[Saved entries]
== Segment start ==

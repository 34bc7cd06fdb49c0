//! Tridiagonal systems: Thomas' elimination (L.H. Thomas 1949; docs/physics.md §1.4) run from
//! both ends at once (the "twisted" or burn-at-both-ends variant).
//!
//! ```text
//! a_i x_{i−1} + b_i x_i + c_i x_{i+1} = d_i,   a_0 = c_{n−1} = 0,   p = ⌊(n−1)/2⌋
//! top, i = 0…p−1:     m_i = b_i − a_i c'_{i−1};  c'_i = c_i/m_i;  z_i = (d_i − a_i z_{i−1})/m_i
//! bottom, i = n−1…p+1: m_i = b_i − c_i a'_{i+1};  a'_i = a_i/m_i;  z_i = (d_i − c_i z_{i+1})/m_i
//! meeting row:        γ = b_p − a_p c'_{p−1} − c_p a'_{p+1};  x_p = (d_p − a_p z_{p−1} − c_p z_{p+1})/γ
//! outwards:           x_i = z_i − c'_i x_{i+1} (top),  x_i = z_i − a'_i x_{i−1} (bottom)
//! ```
//! The two halves are independent, so each sweep is two dependency chains of n/2 rows that
//! the processor overlaps: the elimination's division, on the chain, costs half of what
//! it does in the one-sided sweep. Stable without pivoting for diagonally dominant
//! matrices, which the θ-scheme always gives (the matrix is an M-matrix), as the one-sided
//! sweep is. [`Factored`] keeps the multipliers so a matrix that does not change between
//! steps is eliminated once and each step costs one pass of each sweep over the
//! right-hand side; [`Factored::factor_solve_symmetric`] eliminates and sweeps in the same pass.
//! The linear path's repeated solve ([`Factored::solve_scaled`]) runs both chains in the two
//! lanes of one vector, four rows per link (`tridiag/chains.rs`).

use crate::error::SolverError;

mod chains;
use chains::Chains;

/// A tridiagonal matrix after elimination from both ends, for repeated solves.
#[derive(Debug, Clone, Default)]
pub struct Factored {
    /// 1/m_i (1/γ at the meeting row).
    inv_pivot: Vec<f64>,
    /// Coupling to the neighbour eliminated before, over the pivot: a_i/m_i in the top half,
    /// c_i/m_i in the bottom half, a_p/γ at the meeting row. The forward sweep is then one
    /// multiply-add on its dependency chain.
    near: Vec<f64>,
    /// Back-substitution multiplier: c'_i in the top half, a'_i in the bottom half, c_p/γ
    /// at the meeting row.
    far: Vec<f64>,
    /// The multipliers laid out for [`Factored::solve_scaled`]'s two-lane sweeps.
    chains: Chains,
    /// Row scale of [`Factored::solve_scaled`]'s right-hand side ([`Factored::keep_scale`]).
    scale: Vec<f64>,
    /// scale_i/m_i (scale_p/γ at the meeting row).
    gain_pivot: Vec<f64>,
    /// Whether `scale` and `gain_pivot` belong to the current factors.
    scale_kept: bool,
}

/// Meeting row of the two sweeps for n unknowns (n ≥ 1).
fn meeting_row(n: usize) -> usize {
    (n - 1) / 2
}

/// 1/m, or the error naming the row when the pivot vanishes.
#[inline(always)]
fn inverse(m: f64, row: usize) -> Result<f64, SolverError> {
    if m == 0.0 || !m.is_finite() {
        return Err(SolverError::TridiagSingular { row });
    }
    Ok(1.0 / m)
}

== Segment end ==

> _TO DO_
Transcribe the records. Keep every word exactly as it stands.

> _EXERCISE SOLUTION_
repository 34bc7cd06fdb49c0
//! Tridiagonal systems: Thomas' elimination (L.H. Thomas 1949; docs/physics.md §1.4) run from
//! both ends at once (the "twisted" or burn-at-both-ends variant).
//!
//! ```text
//! a_i x_{i−1} + b_i x_i + c_i x_{i+1} = d_i,   a_0 = c_{n−1} = 0,   p = ⌊(n−1)/2⌋
//! top, i = 0…p−1:     m_i = b_i − a_i c'_{i−1};  c'_i = c_i/m_i;  z_i = (d_i − a_i z_{i−1})/m_i
//! bottom, i = n−1…p+1: m_i = b_i − c_i a'_{i+1};  a'_i = a_i/m_i;  z_i = (d_i − c_i z_{i+1})/m_i
//! meeting row:        γ = b_p − a_p c'_{p−1} − c_p a'_{p+1};  x_p = (d_p − a_p z_{p−1} − c_p z_{p+1})/γ
//! outwards:           x_i = z_i − c'_i x_{i+1} (top),  x_i = z_i − a'_i x_{i−1} (bottom)
//! ```
//! The two halves are independent, so each sweep is two dependency chains of n/2 rows that
//! the processor overlaps: the elimination's division, on the chain, costs half of what
//! it does in the one-sided sweep. Stable without pivoting for diagonally dominant
//! matrices, which the θ-scheme always gives (the matrix is an M-matrix), as the one-sided
//! sweep is. [`Factored`] keeps the multipliers so a matrix that does not change between
//! steps is eliminated once and each step costs one pass of each sweep over the
//! right-hand side; [`Factored::factor_solve_symmetric`] eliminates and sweeps in the same pass.
//! The linear path's repeated solve ([`Factored::solve_scaled`]) runs both chains in the two
//! lanes of one vector, four rows per link (`tridiag/chains.rs`).

use crate::error::SolverError;

mod chains;
use chains::Chains;

/// A tridiagonal matrix after elimination from both ends, for repeated solves.
#[derive(Debug, Clone, Default)]
pub struct Factored {
    /// 1/m_i (1/γ at the meeting row).
    inv_pivot: Vec<f64>,
    /// Coupling to the neighbour eliminated before, over the pivot: a_i/m_i in the top half,
    /// c_i/m_i in the bottom half, a_p/γ at the meeting row. The forward sweep is then one
    /// multiply-add on its dependency chain.
    near: Vec<f64>,
    /// Back-substitution multiplier: c'_i in the top half, a'_i in the bottom half, c_p/γ
    /// at the meeting row.
    far: Vec<f64>,
    /// The multipliers laid out for [`Factored::solve_scaled`]'s two-lane sweeps.
    chains: Chains,
    /// Row scale of [`Factored::solve_scaled`]'s right-hand side ([`Factored::keep_scale`]).
    scale: Vec<f64>,
    /// scale_i/m_i (scale_p/γ at the meeting row).
    gain_pivot: Vec<f64>,
    /// Whether `scale` and `gain_pivot` belong to the current factors.
    scale_kept: bool,
}

/// Meeting row of the two sweeps for n unknowns (n ≥ 1).
fn meeting_row(n: usize) -> usize {
    (n - 1) / 2
}

/// 1/m, or the error naming the row when the pivot vanishes.
#[inline(always)]
fn inverse(m: f64, row: usize) -> Result<f64, SolverError> {
    if m == 0.0 || !m.is_finite() {
        return Err(SolverError::TridiagSingular { row });
    }
    Ok(1.0 / m)
}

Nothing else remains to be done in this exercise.